Música iniciática: Julio Verne y el esoterismo: "Viaje al Centro de la Tierra" de Rick Wakeman

   Hace unos años, la iniciación de la juventud corría de la mano de dos escritores que había que leer velis nolis: Julio Verne y Emilio Salgari. De hecho, quienes me conocen saben que yo distingo dos tipos de personas: las que han leído a Julio Verne y las que no.
   Y es que, aunque las novelas de Verne venían recomendadas bajo la etiqueta de "literatura para adolescentes", hoy sabemos que se trata de obras con varios niveles de lectura, y que en su núcleo más íntimo encierran un notable contenido esotérico (sobre este punto, podéis consultar, para abrir boca los siguientes enlaces: Julio Verne y el masón Capitán Nemo - Entender al Julio Verne esotérico - Julio Verne: Essoterismo e Massoneria - Yo, Julio Verne.)
   Leyéndolas, el joven entraba en un universo peculiar que, partiendo del cientificismo del XIX, construye una "mitología contemporánea", cargada de símbolos entroncados con la tradición oculta, y dirigidos a despertar su conciencia superior. Luego, a lo largo de su vida, el joven  colocado por Verne en el umbral de la iniciación, podía continuar profundizando en ella, o no.
   Pero aquí no vamos a centrarnos en este aspecto de la obra del genial literato francés, sino en una obra musical mítica relacionada con él: el monumental y barroco homenaje que le dedicó Rick Wakeman en su álbum Journey to the Centre of the Earth (1974), uno de los hitos de la historia del rock progresivo (o, como a mí me gusta llamarlo, el rock "metafísico").
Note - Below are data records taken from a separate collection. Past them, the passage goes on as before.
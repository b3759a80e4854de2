// The one layout of Philox counters: which random word belongs to what.
//
// Every random number is a pure function of (seed, image, chain, sweep, purpose, position), so it
// does not depend on the order of work, on threads, on the vector width or on tiling.
//
//   key      64 bits: the image's seed, with the chain number folded into the upper word
//   c0       column >> 1   (column: index within the row of one colour, global)
//   c1       row >> 1      (row: index within the plane of one colour, global)
//   c2       sweep
//   c3       slice << 8 | purpose << 3 | colour      (slice < 2^24)
//
// One block serves two columns and two rows. In the last round the vector kernels hold words
// (x1, x0) and (x3, x2) side by side in 64-bit lanes, ready to be stored:
//
//              even column   odd column
//   even row       x1            x0
//   odd row        x3            x2
//
// Scalar draws (parameters, starts) use RandomStream (stream.h) with c0 = position in the stream.
#ifndef STILLFIELD_RANDOM_COUNTERS_H_
#define STILLFIELD_RANDOM_COUNTERS_H_

#include <cstdint>
#include <span>

#include "random/philox.h"

namespace stillfield {

// What a random number is for; at most 32 purposes.
enum class Purpose : std::uint32_t {
  kLabels = 0,       // one uniform a pixel and sweep
  kParameters = 1,   // class means, variances, coupling
  kStart = 2,        // over-dispersed starts
  kLogZ = 3,         // label sweeps of the path-sampling integral
  kSimulation = 4,   // synthetic images of generators, tests and studies
  kHeldOut = 5,      // search for the coupling on held-out pixels
  kIntensity = 6,    // one normal a pixel and sweep of an intensity field
  kPairScale = 7,    // auxiliary scales of neighbour differences
  kTiling = 8,       // patches of a random tiling: c0, c1 = first pixel (sampler/patch_tiling.h)
  kGroup = 9,        // groups of similar patches: c1 = tile of groups (sampler/patch_groups.h)
  kRedraw = 10,      // values redrawn between sweeps: missing pixels, impulses, unequal noise
  kRecheck = 11,     // noise of the recalibration runs
  kSplitNoise = 12,  // noise that splits an image in two: one normal a pixel
  // Labels seen through blur, one word a pixel: c0 = x >> 2, c1 = y (sampler/blurred_sweep.h).
  kBlurredLabels = 13,
  kBlur = 14,       // proposals of the blur
  kBootstrap = 15,  // noise of simulated images: c0 = place in the row, c2 = row
  kReplicate = 16   // images drawn to check a model: c0, c1 = pixel, block
                    // (diagnose/residual_block.h)
};

inline constexpr std::uint32_t kMaxSlices = 1u << 24;

// Fourth counter word.
constexpr std::uint32_t counter_word3(Purpose purpose, std::uint32_t colour, std::uint32_t slice) {
  return slice << 8 | static_cast<std::uint32_t>(purpose) << 3 | colour;
}

// Word of the pixel at (row, column) of one colour's plane.
constexpr std::uint32_t pixel_word(PhiloxKey key, std::uint32_t row, std::uint32_t column,
                                   std::uint32_t sweep, std::uint32_t word3) {
  const PhiloxCounter x = philox4x32({column >> 1, row >> 1, sweep, word3}, key);
  return x[(row & 1) * 2 + 1 - (column & 1)];
}

// Key of one chain of one image. Chains of an image never share a key.
constexpr PhiloxKey chain_key(std::uint64_t image_seed, std::uint32_t chain) {
  return {static_cast<std::uint32_t>(image_seed),
          static_cast<std::uint32_t>(image_seed >> 32) ^ chain};
}

// Seed of one image: the user's seed mixed with the content of the file (any digest of it) and
// the page, so that images of one folder do not share random numbers and a renamed file keeps its.
std::uint64_t image_seed(std::uint64_t seed, std::span<const std::uint8_t> digest,
                         std::uint32_t page);

}  // namespace stillfield

#endif  // STILLFIELD_RANDOM_COUNTERS_H_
   Mientras Rick Wakeman entra en trance en esta versión en vivo de 1975, perdido entre sus teclas y tocando con los dedos todo un mundo de inquietantes armonías, la voz del narrador nos introduce en el extraño mundo de la novela, recreado musicalmente. la historia es bien conocida: el hallazgo de un misterioso manuscrito del alquimista islandés Arne Saknussemm (inspirado en el erudito del siglo XVII Arni Magnússom (1)), encontrado dentro de un incunable por el profesor alemán Otto Lidenbrock, le lleva a él y a su sobrino Axel, acompañados por el guía Hans (un trasunto simbólico de las tres almas platónicas del hombre) a acometer un "descenso a los infiernos", en el curso del cual descubrirán, más que el "centro físico de la tierra", un tesoro de valores mucho más importantes, centrados en el esfuerzo, el sacrificio y la camaradería.
 Parece como si Verne quisiese decirnos que la ciencia moderna, representada por Lidenbrock, no será nunca capaz de aproximarse al "centro" metafísico de la realidad, como sí logró hacerlo el atrevido alquimista medieval que da origen a la trama; por eso, el viaje fracasa: porque, como dice Patrick Harpur en su excelente libro El fuego secreto de los filósofos (2002) , Lidenbrock entiende el mensaje filosófico-alquímico de Saknussemm de una forma literal; y por eso la tierra termina expulsando de su seno a los exploradores por el volcan Stromboli: no eran dignos de la empresa.
  Iniciemos también nosotros, ayudados por Wakeman, un camino diferente. Descendamos al interior de nuestro corazón, y sigamos el sendero alquímico que conduce al descubrimiento de nosotros mismos... Como hizo Saknussemm. Y llevémonos este álbum,, para entonar de paso nuestras ánimas. Puede que esta vez el viaje tenga éxito.

(1) Serge Hutin, en su libro Las civlizaciones desconocidas (Plaza & Janés, Barcelona, 1980, p. 134), parece dar por segura la existencia de Saknussemm; nos dice: "Arne Saknusemm, alquista islandés del siglo XVI, consideraba Islandia como el vestigio del continente desaparecido [de Hiperbórea, o la Atlántida]. Saknussemm expresa, por otra parte, una idea bastante ciuriosa: considerando que los formidables fenómenos volcánicos que hundieron la Atlántida mezclaron caóticamente todas las tierras convulsionadas, el único emplazamiento donde habría posibilidad de encontrar ruinas atlantes sería... el centro de la Tierra. El alquimista islandés conocía, al menos así lo pretende la tradición, el camino que conducía hasta allí."